5/21/2014 3:10 P.M. ET
Rizzo visits young patients, including ones with cancer
Coming off charity cook-off, slugger spends time at Children's Hospital
By Carrie Muskat / MLB.com
CHICAGO -- Cubs first baseman Anthony Rizzo took time on Tuesday to visit patients at the Family Life Center of the Ann & Robert H. Lurie Children's Hospital.
Rizzo played games, did arts and crafts, signed autographs and took photos with the patients. He also visited the infusion center on the pediatric oncology floor and talked to cancer patients.
Rizzo's Family Foundation raised $140,000 at the second "Cook-Off for Cancer" fundraiser held last Friday at Revel Downtown in Chicago. The money will be used to help and support families with children fighting cancer.

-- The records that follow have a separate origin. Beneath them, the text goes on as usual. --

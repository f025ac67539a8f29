"""Rules of single values: signs, tolerances, directions and ends."""

import math
from collections.abc import Sequence

from modalview.errors import UnitError
from modalview.model.parts import Axes, Direction, End, Motion
from modalview.model.rules_context import Context, Findings, points
from modalview.model.values import Entry, Tolerance, Value, is_sane
from modalview.units.parse import read
from modalview.units.quantities import ANGLE
from modalview.units.show import short

# Axes further from a right angle than this cosine were not meant as right-handed axes.
SQUARE = 1e-3


def above_zero(key: str, entry: Entry | Value | None, why: str = "") -> Findings:
    """Yield a fault when a number is zero or less."""
    if entry is not None and entry.si <= 0:
        yield key, f'must be above zero; found "{entry.text}"{why}'


def not_negative(key: str, entry: Entry | Value | None) -> Findings:
    """Yield a fault when a number is below zero."""
    if entry is not None and entry.si < 0:
        yield key, f'must not be negative; found "{entry.text}"'


def positive_value(key: str, value: Value | None, why: str = "") -> Findings:
    """Yield what is wrong with a value that must be above zero, and with its tolerance."""
    if value is not None:
        yield from above_zero(key, value, why)
        yield from tolerance(f"{key} . tolerance", value.tolerance, value.entry)


def share(key: str, entry: Entry | None) -> Findings:
    """Yield a fault when a margin or ratio is not from 0 to below 100 %."""
    if entry is not None and not _is_share(entry):
        yield key, f'must be from 0 % to below 100 %; found "{entry.text}"{_percent_meant(entry)}'


def _is_share(entry: Entry) -> bool:
    return math.isnan(entry.si) or 0 <= entry.si < 1


def _percent_meant(entry: Entry) -> str:
    """Say that a bare number is a share of one, where it was hardly meant so."""
    bare = not entry.text.rstrip().endswith("%")
    told = f', which is {short(100 * entry.si)} %; write "{entry.text} %"'
    return told if bare and 1 < entry.si < 100 else ""


def tolerance(key: str, given: Tolerance | None, nominal: Entry | None) -> Findings:
    """Yield what is wrong with a tolerance; ``nominal`` is None for one of a whole part."""
    if given is None:
        return
    lower = given.minus or given.both
    if lower is not None and not _is_share(lower):
        told = f'must be from 0 % to below 100 % downwards; found "{lower.text}"'
        yield key, told + _percent_meant(lower)
    if given.plus is not None and not (math.isnan(given.plus.si) or 0 <= given.plus.si < math.inf):
        yield key, f'must not be negative upwards; found "{given.plus.text}"'
    if given.low is not None and given.high is not None:
        yield from _enclosure(key, given.low, given.high, nominal)


def _enclosure(key: str, low: Entry, high: Entry, nominal: Entry | None) -> Findings:
    if nominal is None:
        yield key, 'is a percentage here, such as "10 %"; from and to stand at the value itself'
        return
    if low.si > nominal.si or high.si < nominal.si:
        yield key, f'from "{low.text}" to "{high.text}" must enclose the value "{nominal.text}"'
    if nominal.si > 0 and low.si <= 0:
        yield key, f'from "{low.text}" must stay above zero, a tolerance below 100 %'


def end(key: str, given: End, context: Context) -> Findings:
    """Yield what is wrong with an end: on what it stands, and its offset."""
    if (given.body is None) == (given.support is None):
        found = "both are given" if given.body is not None else "neither is given"
        yield key, f"an end stands on one body or one support; {found}"
    if given.body is not None and given.body not in context.bodies:
        yield f"{key} . body", _unknown("body", given.body, given.body in context.supports)
    if given.support is not None and given.support not in context.supports:
        yield f"{key} . support", _unknown("support", given.support, given.support in context.bodies)
    if given.offset is not None:
        if given.support is not None and given.body is None:
            yield (
                f"{key} . offset",
                "is from a body's centre of gravity; place the support itself by its position",
            )
        yield from points(f"{key} . offset", given.offset, context, required=False)


def _unknown(kind: str, name: str, other: bool) -> str:  # noqa: FBT001  (private, one caller)
    hint = f"; it is a {'support' if kind == 'body' else 'body'}: write it so" if other else ""
    return f'there is no {kind} "{name}"{hint}'


def vector(key: str, given: Sequence[float] | None, context: Context) -> Findings:
    """Yield what is wrong with a vector: number of components, length, finiteness."""
    if given is None:
        return
    if len(given) != context.dimensions:
        yield key, f"has {len(given)} numbers; in {context.motion.value} it needs {context.dimensions}"
    elif not all(is_sane(number) or math.isnan(number) for number in given):
        yield key, f"needs finite numbers of any sensible size; found {list(given)}"
    elif not any(given):
        yield key, "has no length: all its numbers are zero"


def space_axis(key: str, given: Sequence[float] | None, context: Context) -> Findings:
    """Yield what is wrong with an axis of rotation, which only space has to be told."""
    if given is not None and context.motion is not Motion.SPACE:
        yield key, f"has a meaning in space only; in {context.motion.value} leave it out"
    else:
        yield from vector(key, given, context)


def axes(key: str, given: Axes | None, context: Context) -> Findings:
    """Yield what is wrong with a part's own axes."""
    if given is None:
        return
    if context.drawn_only:
        yield key, f"have no meaning in {context.motion.value}; leave them out"
        return
    wrong = [*vector(f"{key} . x", given.x, context), *vector(f"{key} . y", given.y, context)]
    yield from wrong
    if not wrong and given.x is not None and given.y is not None and cosine(given.x, given.y) > SQUARE:
        yield key, f"must stand at right angles; found x {list(given.x)} and y {list(given.y)}"


def cosine(one: Sequence[float], other: Sequence[float]) -> float:
    """Return the cosine of the angle between two lines, 0 to 1.

    >>> cosine((1, 0), (0, -3))
    0.0
    """
    product = sum(a * b for a, b in zip(one, other, strict=True))
    return abs(product) / math.hypot(*one) / math.hypot(*other)


def direction(
    key: str, given: Direction | None, context: Context, *, rotating: bool = False, turning: bool = False
) -> Findings:
    """Yield what is wrong with a direction.

    ``rotating`` permits the word, ``turning`` permits rotations such as "rz": the direction of a torque.
    """
    if given is None:
        return
    if not isinstance(given, str):
        if context.drawn_only:
            yield key, _ways(context, str(list(given)), rotating=rotating, turning=turning)
        else:
            yield from vector(key, given, context)
    elif given == "rotating" and rotating and not context.drawn_only:
        return
    elif given.removeprefix("-") not in _letters(context, turning=turning) and not _is_angle(given, context):
        yield key, _ways(context, f'"{given}"', rotating=rotating, turning=turning)


def _letters(context: Context, *, turning: bool) -> tuple[str, ...]:
    if turning or context.motion is Motion.SHAFT_TRAIN:
        return context.freedoms
    return tuple(one for one in context.freedoms if not one.startswith("r"))


def _is_angle(text: str, context: Context) -> bool:
    if context.motion is not Motion.PLANE:
        return False
    try:
        read(text, ANGLE)
    except UnitError:
        return False
    return True


def _ways(context: Context, found: str, *, rotating: bool, turning: bool) -> str:
    letters = _letters(context, turning=turning)
    ways = [f'"{one}"' for one in letters] + [f'"-{letters[0]}"']
    if context.motion is Motion.PLANE:
        ways.append('an angle from x such as "30 deg"')
    if not context.drawn_only:
        ways.append(f"a list of {context.dimensions} numbers")
        ways += ['"rotating"'] if rotating else []
    told = f"in {context.motion.value} is {', '.join(ways[:-1])} or {ways[-1]}; found {found}"
    if rotating and not turning and found.strip('"-') in context.freedoms:
        told += ', which needs a torque as magnitude, such as {"torque": "300 N m"}'
    return told


def listed(key: str, given: Sequence[str] | None, known: Sequence[str], where: str) -> Findings:
    """Yield what is wrong with a list of directions: unknown or doubled ones."""
    if given is None:
        return
    for one in dict.fromkeys(given):
        if one not in known:
            yield key, f'{where} has no direction "{one}"; it has {", ".join(known)}'
        elif given.count(one) > 1:
            yield key, f'names "{one}" twice'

"The direction the foundation is going is really nice to see; it's growing and we just want to continue to do this in Chicago," Rizzo said.
Hall of Famer Jenkins to represent Cubs at Draft
CHICAGO -- Fergie Jenkins is one of four Hall of Famers who will be among the baseball legends representing the 30 teams at Major League Baseball's First-Year Player Draft on June 5.
The Cubs have the fourth pick overall in the Draft.
The 2014 Draft will take place on June 5-7, beginning with the Draft preview show on MLB.com and MLB Network on Thursday, June 5, at 5 p.m. CT. Live Draft coverage from MLB Network's Studio 42 begins at 6 p.m. CT, with the top 74 picks being streamed on MLB.com and broadcast on MLB Network. MLB.com's exclusive coverage of the second and third days will begin with a live Draft show at 11:30 a.m. CT on June 6.
MLB.com's coverage includes Draft Central, the Top 100 Draft Prospects list and Draft Tracker, a live interactive application that includes a searchable database of Draft-eligible players. Every selection will be tweeted live from @MLBDraftTracker, and you can also keep up to date by following @MLBDraft. And get into the Draft conversation by tagging your tweets with #mlbdraft.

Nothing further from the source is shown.